Myanmar is engaged in advanced negotiations with Pakistan to licence-build the indigenously developed JF-17 Thunder fighter aircraft for its air force, IHS Jane’s Defence Weekly has reported. The South East Asian country has already decided to purchase 16 JF-17s from Pakistan, the military news periodical said.
Quoting sources in the Myanmar Air Force (MAF), the report said the first of the 16 JF-17s ordered by Yangon in 2015 are expected to go into service later this year. According to the sources, the aircraft will be of the Block II variety which, unlike the Block I, features air-to-air refueling capability in addition to improved avionics.
The report said it’s unclear whether later deliveries to the MAF will include the far more advanced Block III variant being produced at Kamra since last year.

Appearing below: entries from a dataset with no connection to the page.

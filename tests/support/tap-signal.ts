/**
 * Bump tests as a structure gives them, for the tap-capture tests and benchmark: each mode the
 * damped single-degree-of-freedom oscillator x″ + 2ζω₀x′ + ω₀²x = F(t)/m in standard form, its
 * response to a half-sine hammer pulse integrated by ODEX (an integrator from the registry, with
 * dense output on the sample grid; independent of Detune's analysis), the acceleration
 * a = F − 2ζω₀x′ − ω₀²x measured as an accelerometer would. The structure is linear and does not
 * change with time, so a record of several hits is the one-pulse response shifted and scaled
 * (modal superposition), with the noise of a running plant and, when asked, a machine tone.
 */
import { sampled } from './odex.ts';
import { mkdtempSync, writeFileSync } from 'node:fs';
import { tmpdir } from 'node:os';
import { join } from 'node:path';
import { WaveFile } from '../../src/lib/recordings/wavefile.ts';

export interface TapMode {
	f: number;
	zeta: number;
	/** the mode's share of the response */
	gain: number;
}

/** A hammer's contact time: 2 ms, a medium tip on steel (common practice, from memory). */
export const PULSE_S = 0.002;

/** One mode's acceleration after a unit half-sine pulse at t = 0, `seconds` long at `fs`. */
export function pulseAcceleration(fs: number, seconds: number, m: TapMode, pulseS = PULSE_S) {
	const w = 2 * Math.PI * m.f;
	const F = (t: number) => (t < pulseS ? Math.sin((Math.PI * t) / pulseS) : 0);
	const rhs = (t: number, y: number[]) => [y[1], F(t) - 2 * m.zeta * w * y[1] - w * w * y[0]];
	return sampled(rhs, [0, 0], fs, Math.round(seconds * fs), (t, y) => rhs(t, y)[1], {
		maxSteps: 1e7
	});
}

/** A seeded uniform generator in −0.5…0.5 (xorshift), so every run makes the same noise. */
export function noise(seed: number) {
	let s = seed >>> 0 || 1;
	return () => {
		s ^= s << 13;
		s >>>= 0;
		s ^= s >> 17;
		s ^= s << 5;
		s >>>= 0;
		return s / 4294967296 - 0.5;
	};
}

export interface TapRecordSpec {
	fs: number;
	seconds: number;
	modes: TapMode[];
	/** each strike's time (s) and relative force */
	hits: { at: number; force: number }[];
	/** the largest |sample| of the clean record, full scale */
	peak: number;
	/** uniform noise, as a share of `peak` */
	noise: number;
	/** a running machine's tone: frequency (Hz) and amplitude as a share of `peak` */
	tone?: { hz: number; share: number };
	/** how long each hit's ring-down is integrated (s) */
	ringS?: number;
	seed?: number;
}

export function tapRecord(spec: TapRecordSpec): Float64Array {
	const { fs } = spec;
	const n = Math.round(spec.seconds * fs);
	const ring = Math.min(n, Math.round((spec.ringS ?? 3) * fs));
	const one = new Float64Array(ring);
	for (const m of spec.modes) {
		const a = pulseAcceleration(fs, ring / fs, m);
		for (let i = 0; i < ring; i++) one[i] += m.gain * a[i];
	}
	const clean = new Float64Array(n);
	for (const h of spec.hits) {
		const at = Math.round(h.at * fs);
		for (let i = 0; i < ring && at + i < n; i++) clean[at + i] += h.force * one[i];
	}
	let max = 0;
	for (const v of clean) max = Math.max(max, Math.abs(v));
	const r = noise(spec.seed ?? 7);
	const out = new Float64Array(n);
	for (let i = 0; i < n; i++) {
		const tone = spec.tone
			? spec.tone.share * spec.peak * Math.sin(2 * Math.PI * spec.tone.hz * (i / fs))
			: 0;
		out[i] = (clean[i] / max) * spec.peak + tone + spec.noise * spec.peak * r();
	}
	return out;
}

/** A mono float 32-bit WAV of `samples`, as the fake capture device plays it. */
export function wavOf(samples: ArrayLike<number>, fs: number): Uint8Array {
	const wav = new WaveFile();
	wav.fromScratch(1, fs, '32f', Float32Array.from(samples));
	return wav.toBuffer();
}

/** `tapRecord(spec)` as a WAV in a new temporary folder, for chromium's fake capture device. */
export function writeTapWav(spec: TapRecordSpec, name = 'strikes.wav'): string {
	const path = join(mkdtempSync(join(tmpdir(), 'detune-tap-')), name);
	writeFileSync(path, wavOf(tapRecord(spec), spec.fs));
	return path;
}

It quoted the sources as saying that Myanmar is negotiating the licensed production of the Block III variant.
As the MAF phases out its obsolete fleet of F-7M Airguard and A-5C ‘Fantan’ combat aircraft purchased from China in the 1990s, licenced production of the JF-17 Thunder would also mean that the aircraft will likely become the MAF’s workhorse over the coming decades in much the same way as it has moved to prominence within the Pakistan Air Force (PAF).
PAF has at least 70 JF-17s in service and plans to induct a total of 250 aircraft of the type. The first JF-17s entered PAF service in 2009.